A book that I am reading [1] says something that I need help understanding.
The book first describes the input(), output(), and unput() functions. Then it says this:
The use of output() allows Lex to be used as a tool for stand-alone data "filters" for transforming a stream of data.
Below is a lexer I created. It is a stand-alone data filter for transforming a stream of data (it finds all occurrences of a word and outputs the word and its line number). It does not use output()
, it uses fprintf
. How would my lexer be different if it used output()

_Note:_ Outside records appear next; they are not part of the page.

export interface ChainOptions {
  /** Where the rendered source starts in the original recording (a preview of part of it). */
  readonly offsetSeconds?: number;
  /** Called after each step with its input and output (re-measuring keeps only what it needs). */
  readonly onStep?: (k: number, input: AudioSource, output: AudioSource, report: StepReport) => Promise<void>;
}

export interface ChainResult {
  readonly out: AudioSource;
  /** Per step, what each resolved (kept for older callers). */
  readonly resolved: ParamValues[];
  readonly reports: StepReport[];
  /** Original seconds (from the start of the recording) → seconds of the output. */
  readonly segments: readonly TimeSegment[];
  /** What a lag of the original lasts in the output (null: it does not survive as one lag). */
  readonly mapDelay: ChainTiming['mapDelay'];
}

const factsOf = (s: AudioSource): SourceFacts => ({ sampleRateHz: s.sampleRateHz, channelCount: s.channelCount, frames: s.frames });

/** A window [start, end) of another source, as a source of its own. */
export class RangeSource implements AudioSource {
  constructor(private readonly inner: AudioSource, readonly start: number, readonly end: number) {}
  get sampleRateHz() { return this.inner.sampleRateHz; }
  get channelCount() { return this.inner.channelCount; }
  get frames() { return this.end - this.start; }
  blocks(options: BlockOptions = {}): AsyncIterable<Block> {
    const [s, e] = resolveRange(this, options);
    return this.inner.blocks({ ...options, startFrame: this.start + s, endFrame: this.start + e });
  }
}

async function readRange(src: AudioSource, start: number, end: number): Promise<Float64Array[]> {
  const out = Array.from({ length: src.channelCount }, () => new Float64Array(Math.max(0, end - start)));
  let at = 0;
  if (end > start) {
    for await (const b of src.blocks({ startFrame: start, endFrame: end })) {
      for (let c = 0; c < out.length; c++) out[c]!.set(b[c]!, at);
      at += b[0]!.length;
    }
  }
  return out;
}

/**
 * Input outside [a, b), the processed blocks inside: the first and last `fade` frames of the
 * processed part crossfade (raised cosine, gains summing to 1) with the unprocessed input aligned
 * at the range's start and end. `skip` frames of the processed stream are dropped first, and at
 * most `keep` are used (a step that keeps time rendered with margins).
 */
async function* spliced(input: AudioSource, processed: AsyncIterable<Block>, a: number, b: number, fade: number, skip: number, keep: number): AsyncIterable<Block> {
  const nCh = input.channelCount;
  yield* input.blocks({ startFrame: 0, endFrame: a });
  const head = await readRange(input, a, Math.min(b, a + fade));
  const tail = await readRange(input, Math.max(a, b - fade), b);
  const F = head[0]!.length, T = tail[0]!.length;
  // The last T processed frames wait until the end is known.
  let held: Float64Array[] = Array.from({ length: nCh }, () => new Float64Array(0));
  let emitted = 0, dropped = 0, used = 0;
  const headGain = (j: number) => (j < F ? 0.5 - 0.5 * Math.cos((Math.PI * (j + 0.5)) / F) : 1);
  for await (const blk of processed) {
    let piece = blk;
    const n = piece[0]?.length ?? 0;
    if (dropped < skip) {
      const d = Math.min(n, skip - dropped);
      dropped += d;
      piece = piece.map((c) => c.subarray(d));
    }
    const room = keep - used;
    if (room <= 0) break;
    if ((piece[0]?.length ?? 0) > room) piece = piece.map((c) => c.subarray(0, room));
    const m = piece[0]?.length ?? 0;
    if (m === 0) continue;
    used += m;
    const joined = held.map((h, c) => { const x = new Float64Array(h.length + m); x.set(h); x.set(piece[c]!, h.length); return x; });
    const out = Math.max(0, joined[0]!.length - T);
    if (out > 0) {
      const block = joined.map((x) => x.slice(0, out));
      for (let j = 0; j < out && emitted + j < F; j++) {
        const w = headGain(emitted + j);
        for (let c = 0; c < nCh; c++) block[c]![j] = w * block[c]![j]! + (1 - w) * head[c]![emitted + j]!;
      }
      emitted += out;
      yield block;
    }
    held = joined.map((x) => x.slice(out));
  }
  const h = held[0]!.length;
  if (h > 0) {
    const block = held.map((x) => x.slice());
    for (let k = 0; k < h; k++) {
      const kt = T - h + k;
      const wt = kt >= 0 ? 0.5 + 0.5 * Math.cos((Math.PI * (kt + 0.5)) / T) : 1;
      const w = Math.min(wt, headGain(emitted + k));
      for (let c = 0; c < nCh; c++) {
        const u = kt >= 0 ? tail[c]![kt]! : head[c]![emitted + k] ?? 0;
        block[c]![k] = w * block[c]![k]! + (1 - w) * u;
      }
    }
    yield block;
  }
  yield* input.blocks({ startFrame: b, endFrame: input.frames });
}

? Is it recommended to use output()
? Please help me to understand the significance of what the book says.
%option noyywrap
%option always-interactive
%option yylineno
%{
#include <stdlib.h>
#include <string.h>
#include <stdio.h>
#define DESIRED_STRING "FORMAT"
%}
%%
[^\n]+ {
char *ret;
ret = strstr(yytext, DESIRED_STRING);
if (ret) {
fprintf(stdout, "%d: %s\n", yylineno, yytext);
}
}
\n { }
%%
int main()
{yylex();}
[1] Crafting a Compiler with C, page 69.
There is no output()
function in standard lex, nor in Flex. So I'd suggest ignoring any book which suggests you use it.

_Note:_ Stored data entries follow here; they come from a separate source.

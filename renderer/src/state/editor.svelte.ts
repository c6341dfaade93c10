/**
 * The editor's state and actions: one recording at a time. Views read it; components call its
 * actions. Heavy work goes to two workers (views / work) through Engine.
 */
import { getContext, setContext } from 'svelte';
import type { Bridge, OpenedFile } from '../../../main/bridge/contract.ts';
import { findOperation } from '../../../dsp/ops/registry.ts';
import { correctionChoices } from '../lib/operation-lists.ts';
import type { Finding, ParamValues } from '../../../dsp/ops/types.ts';
import { Engine, JobError, type Task } from '../lib/engine.ts';
import { BASE_BUCKET_FRAMES, pyramidFromParts, type PeakPyramid } from '../lib/peaks.ts';
import { parseSession, sessionText, type Session } from '../lib/session-file.ts';
import type { DiagnoseResult } from '../../../dsp/ops/diagnose.ts';
import type { ExportFormat, OpenResult, PreviewResult, Remeasure, SpectrumPair, StepSpec } from '../worker/protocol.ts';
import type { CorrectionOp } from '../../../dsp/ops/types.ts';
import { placementIndex, type Step } from '../lib/steps.ts';
import { describeSteps } from '../lib/chain-notes.ts';
import { correctedEnd, piecesFor, toCorrected, toOriginal, type Piece, type Placement } from '../lib/timebase.ts';
import { MarkersState } from './markers.svelte.ts';
import { Player } from './player.svelte.ts';
import { StepsState } from './steps.svelte.ts';
import { Timeline } from './timeline.svelte.ts';

/** Largest preview held in memory (samples over all channels): ≈ 5.8 min of 48 kHz stereo. */
export const PREVIEW_MAX_SAMPLES = 1 << 25;

export interface TaskView { id: number; label: string; fraction: number; cancel: () => void }
export interface Note { id: number; text: string; tone: 'info' | 'warn' | 'error' }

The functions specified by Posix which can be used in user code in the lex input file are:
int yylex(void);
int yymore(void);
int yyless(int n);
int input(void);
int unput(int c);
Contrary to what your book says, these functions cannot be replaced or redefined as macros. Redefining them will result in undefined behaviour.
In addition, a function with prototype:
int yywrap(void);
is called but not defined. You must define it yourself, either as a function or a macro, or link with -ll
(which defines it as a function which always returns 1). If you use flex, you also have the option of including %option noyywrap
or linking with -lfl
.
Flex provides some other functions which have to do with buffer management. But it doesn't provide or use an output()
function.
It's not quite the case that your book is inventing things. The original AT&T lex implementation did define and use a macro output(c)
(whose definition was fputc(c, yyout)
). But it didn't provide for the possibility of using a different definition either. In any event, that ship has sailed.
Posix requires that it be possible to use ECHO;
in a lex action, a feature which all lex implementations that I know of provide (including Flex). ECHO;
outputs yytext
to yyout
, and is used as the action for the default fallback rule. It's a macro, obviously. Posix doesn't require that it be possible to redefine it. Flex does allow you to do so, though. Since Flex allows yytext
to contain NUL characters, its definition of ECHO
does not use fputs
, as it was in AT&T lex; instead, Flex expands it to a call to fwrite
, using yyleng
as the number of bytes to output.
Flex's C++ interface (which is clearly non-standard since there is no standard for C++ lexers) adds the method virtual void LexerOutput(const char*, int)
to the yyFlexLexer
class. You can override it in your derived class.